The hagiography of St. Sebastian is one of youthful conversion and
martyrdom. The mythology surrounding the saint that has attached
itself to the morphology of the represented body of Sebastian, possesses
a symbolic potency denoting erotic submission and abandon. It was
in large part due to the Aesthetic movement, which drew from the
deep theoretic well of 'l'art pour l'art', that artists were
influenced by the work of Pater, Wilde, Proust and Addington Symonds,
all of whom embraced the Roman martyr as patron saint of embodied
homoeroticism. For the celibate monk or Christian recluse the saint
was conjured as icon, object of devotion, symbolic conduit through
which desire is passed and projected onto another world. As Michael
Hatt has argued, "the male nude has to be validated by a description
that refutes any eroticism; for a male viewer to find pleasure in
a male body, he has to find a response that effaces desire. The
homoerotic functions by concealing itself"(Hatt, 12). Celibacy is
thus maintained and eroticism neatly subsumed in a rhetoric of spiritual
devotion through aestheticization.
[35] In the images of martyrs and Christ, and in particular in
the representations of St. Sebastian the viewer is made to become
complicit. Through what is a morbid complicity, the viewer is at
once the subject of the gaze and voyeur; one designates power, while
the other illicit desire and pleasure. The arrows piercing the
young, supple skin of St. Sebastian are difficult to locate visually,
almost as if they are secondary to the narrative unfolding; this
ambiguity reinforces the erotic nature of the body. Sebastian,
no longer really a saint serving a purely iconographical purpose,
is transformed into a visual embodiment of the calamite, the passive
partner in the economy of homoeroticism. Both the curvilinear contour
of the body as well as the stance is not unlike those of previous
reclining figures meant for contemplation that slip rather easily
under the gaze of illicit desire.
[36] In a discussion of Ganymede, equally relevant to Catholic
hagiography, Martha Vicinus asserts that, "masquerade, duplicity,
and concealment seem to go hand in hand with violence," a topos
which served decadent artists and writers well on either side of
the channel. The re-fashioning of a Christian classical past was
in keeping with the Pont Aven brotherhood's contempt for the purported
insidious and rampant materialism of the day (Vicinus, 93).

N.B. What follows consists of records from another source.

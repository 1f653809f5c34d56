import type { z } from 'zod';
import { ApiError } from './api-error.ts';
import { readError, unreachable } from './read-error.ts';
import { refreshSession } from './session-refresh.ts';

export type QueryValues = Readonly<Record<string, string | number | boolean | null | undefined>>;

interface RequestOptions {
  method?: 'GET' | 'POST' | 'PUT' | 'PATCH' | 'DELETE';
  query?: QueryValues;
  /** Sent as JSON. */
  body?: unknown;
  signal?: AbortSignal;
}

/** Addresses at which a 401 is an answer and not an ended session. */
const sessionPath = '/api/session';

/** Appends what is set of `query` to `path`. */
export function withQuery(path: string, query: QueryValues = {}): string {
  const search = new URLSearchParams();
  for (const [name, value] of Object.entries(query)) {
    if (value !== undefined && value !== null && value !== '') search.set(name, String(value));
  }
  const text = search.toString();
  return text === '' ? path : `${path}?${text}`;
}

/**
 * Asks the API and reads the answer by its contract.
 *
 * @throws {ApiError} refused, unreachable, or an answer the contract does not know
 */
export async function request<Schema extends z.ZodType>(
  path: string,
  response: Schema,
  options: RequestOptions = {},
): Promise<z.output<Schema>> {
  const answer = await send(path, options);
  const text = await answer.text().catch((cause: unknown) => {
    throw asRequestError(cause, options.signal);
  });
  const parsed = response.safeParse(text === '' ? undefined : safeJson(text));
  if (parsed.success) return parsed.data;
  throw new ApiError('unreadable', 'The server’s answer could not be read. Reload the page.', {
    status: answer.status,
    cause: parsed.error,
  });
}

/** As `request`, for answers without content. */
export async function requestNothing(path: string, options: RequestOptions = {}): Promise<void> {
  await send(path, options);
}

/** Loads a file, to be saved by the person who asked for it. */
export async function downloadFile(path: string, accept: string): Promise<Blob> {
  const answer = await send(path, {}, accept);
  return answer.blob().catch((cause: unknown) => {
    throw asRequestError(cause, undefined);
  });
}

/** Loads samples or spectrum lines: little-endian 32-bit floats, nothing else. */
export async function downloadFloat32(
  path: string,
  options: Pick<RequestOptions, 'query' | 'signal'> = {},
): Promise<Float32Array<ArrayBuffer>> {
  const answer = await send(path, options, 'application/octet-stream');
  const buffer = await answer.arrayBuffer().catch((cause: unknown) => {
    throw asRequestError(cause, options.signal);
  });
  if (buffer.byteLength % 4 !== 0) {
    throw new ApiError('unreadable', 'The samples arrived incomplete. Load them again.', {
      status: answer.status,
    });
  }
  return new Float32Array(buffer);
}

async function send(
  path: string,
  options: RequestOptions,
  accept = 'application/json',
): Promise<Response> {
  const answer = await attempt(path, options, accept);
  if (answer.ok) return answer;
  if (answer.status === 401 && path !== sessionPath && (await refreshSession())) {
    const again = await attempt(path, options, accept);
    if (again.ok) return again;
    throw readError(again.status, await again.text());
  }
  throw readError(answer.status, await answer.text());
}

async function attempt(path: string, options: RequestOptions, accept: string): Promise<Response> {
  const { method = 'GET', query, body, signal } = options;
  try {
    return await fetch(withQuery(path, query), {
      method,
      credentials: 'same-origin',
      headers: {
        accept,
        ...(body === undefined ? {} : { 'content-type': 'application/json' }),
      },
      ...(body === undefined ? {} : { body: JSON.stringify(body) }),
      ...(signal ? { signal } : {}),
    });
  } catch (cause) {
    throw asRequestError(cause, signal);
  }
}

/** An aborted request stays an AbortError: nobody is to be told of it. */
function asRequestError(cause: unknown, signal: AbortSignal | undefined): unknown {
  return signal?.aborted ? cause : unreachable(cause);
}

function safeJson(text: string): unknown {
  try {
    return JSON.parse(text);
  } catch {
    return undefined;
  }
}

The
works of Filiger and Verkade, informed by Rosicrucian symbolism,
provide a prototype for depicting the beauty of youth, the unattainable
object of desire the body itself maintained as an ideal and
kept at a distance through the death of their subjects. The ephebic
St. Sebastian elides the figure's history as a soldier. The facile
penetration of the flesh by the arrows illustrates a level of submissiveness
of this archetypal Christian saint. Notwithstanding the decidedly
eroticized absence of the saint's penis, the body is penetrated
by the arrow(s) as phallus, re-enacting the signifier of pederasty.
He stands as victim, submissive, penetrated.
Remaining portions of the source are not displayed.